On February 4, 2005, the Arecibo Legacy Fast ALFA Survey, ALFALFA, began surveying the sky for faint cosmic radio signals from hydrogen clouds in other galaxies and in intergalactic space. Estimated to take 6-7 years to complete, ALFALFA is expected to detect 20,000 galaxies out to a distance of 750 million light years. If models of the formation of galaxies and large scale structure are correct, some of the objects detected by ALFALFA will be invisible to optical telescopes because they contain few -- or no -- stars. ALFALFA's principal science objective is the discovery of "dark" galaxies: objects which consist largely of dark matter -- and in this case, also hydrogen gas -- but not stars -- or at least, not enough stars for them to be visible to optical telescopes. Dubbed "stealth galaxies" by Science reporter Robert Irion, such objects are believed to exist but remain undiscovered even in the neighborhood of our own Milky Way Galaxy. The abundance of these "dark" galaxies, their characteristics and location are key clues to our understanding of how galaxies form and evolve throughout the universe. In his recent News Focus summary in Science, Irion notes that, of the radio searches for such objects, ALFALFA is the "most ambitious program" (Science, 20 May 2005, Vol 308, pp. 1104-6).

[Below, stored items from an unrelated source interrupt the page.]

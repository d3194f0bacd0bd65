"""Where a running ``mixroute serve`` can be reached: a small JSON file in its data folder.

``serve`` writes ``serve.json`` (the API's base URL, and the embedded Redis URL when it runs
one) once it knows both, and removes it when it stops. The client commands read it when
neither ``--api`` nor ``MIXROUTE_API_URL`` is given, so ``serve --port X`` reaches them; a
``work`` without ``REDIS_URL`` reads the Redis URL from it. A file left by a process that
is gone (a SIGKILL) is ignored: it names the writer's pid.
"""

from __future__ import annotations

import json
import os
from dataclasses import dataclass
from pathlib import Path

ADDRESS_FILE = "serve.json"


@dataclass(frozen=True)
class ServeAddress:
    """The addresses of one running ``serve``."""

    api_url: str
    redis_url: str | None
    pid: int

    @property
    def docs_url(self) -> str:
        return f"{self.api_url}/docs"

    @property
    def dashboard_url(self) -> str:
        return f"{self.api_url}/dashboard"


def api_url_for(host: str, port: int) -> str:
    """The URL a client on this machine uses for an API listening on ``host:port``.

    A wildcard address (``0.0.0.0``, ``::``) listens everywhere; a client dials loopback.
    """
    if host in ("", "0.0.0.0"):
        host = "127.0.0.1"
    elif host == "::":
        host = "[::1]"
    elif ":" in host and not host.startswith("["):
        host = f"[{host}]"
    return f"http://{host}:{port}"


def write_address(data_dir: Path, address: ServeAddress) -> Path:
    """Write the address file atomically (a reader never sees half a file); its path."""
    data_dir.mkdir(parents=True, exist_ok=True)
    path = data_dir / ADDRESS_FILE
    tmp = path.with_name(f".{ADDRESS_FILE}.{os.getpid()}")
    tmp.write_text(
        json.dumps({"api_url": address.api_url, "redis_url": address.redis_url, "pid": address.pid})
    )
    os.replace(tmp, path)
    return path


def remove_address(data_dir: Path, pid: int) -> None:
    """Remove the address file if it is this process's (another serve may have replaced it)."""
    address = read_address(data_dir, check_alive=False)
    if address is not None and address.pid == pid:
        (data_dir / ADDRESS_FILE).unlink(missing_ok=True)


def read_address(data_dir: Path, *, check_alive: bool = True) -> ServeAddress | None:
    """The address of the serve running on ``data_dir``; None without one (or a stale file)."""
    try:
        raw = json.loads((data_dir / ADDRESS_FILE).read_text())
        address = ServeAddress(
            api_url=str(raw["api_url"]),
            redis_url=None if raw.get("redis_url") is None else str(raw["redis_url"]),
            pid=int(raw["pid"]),
        )
    except (OSError, ValueError, KeyError, TypeError):
        return None
    if check_alive and not _alive(address.pid):
        return None
    return address


def _alive(pid: int) -> bool:
    try:
        os.kill(pid, 0)
    except ProcessLookupError:
        return False
    except PermissionError:  # alive, someone else's
        return True
    return True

ALFALFA takes advantage of a new seven-pixel radio "camera" outfitted on the world's largest radio telescope, the giant 300-meter diameter antenna located in the hilly karst region of northwestern Puerto Rico. Before the availability of this new device, the Arecibo L-band Feed Array or ALFA, the Arecibo telescope had essentially a one-pixel camera. An image could be constructed only by pointing the telescope painstakingly at one spot on the sky at a time, building up a two dimensional image by many separate pointings. Because of its multi-pixel feature, ALFA enables maps of the sky made with the big dish to be constructed seven times faster, and thus, a hydrogen line survey of the extragalactic sky visible to Arecibo now becomes feasible for the first time. Following on the results of the HIPASS survey recently conducted with the much smaller (64-meter diameter) Parkes telescope in Australia, ALFALFA combines Arecibo's tremendous sensitivity and beam size advantages with wide areal coverage to increase dramatically the volume of the universe sampled to the lowest HI masses. HI spectra provide redshifts, HI masses and rotational widths for normal galaxies, trace the history of tidal events and provide quantitative measures of the potential for future star formation. ALFALFA aims to provide publicly accessible, broad application, legacy data products that will maximize the science fallout by enabling other astronomers to use them beyond our own purposes.

ALFALFA is an open collaboration. Anyone with an interest in the science that can be done with the ALFALFA dataset and the willingness to contribute to the collective effort is welcome to join. Currently, the ALFALFA team consists of more than 50 astronomers from 34 institutions in 13 countries. We are especially committed to the involvement of students at both the graduate and undergraduate levels.

NEW! ALFALFA with Google Sky

A new feature to the Google Earth package, the Google Sky option allows users to interactively roam the night sky with mosaicked optical imaging from the Sloan Digital Sky Survey and Digitized Sky Survey from POSS. Now, YOU can explore the ALFALFA datasets, measurements, and spectra. Download and open this KML file in Google Sky and begin exploring the interactive radio Universe now!


Practical ALFALFA (designed for the ALFALFA undergrad team)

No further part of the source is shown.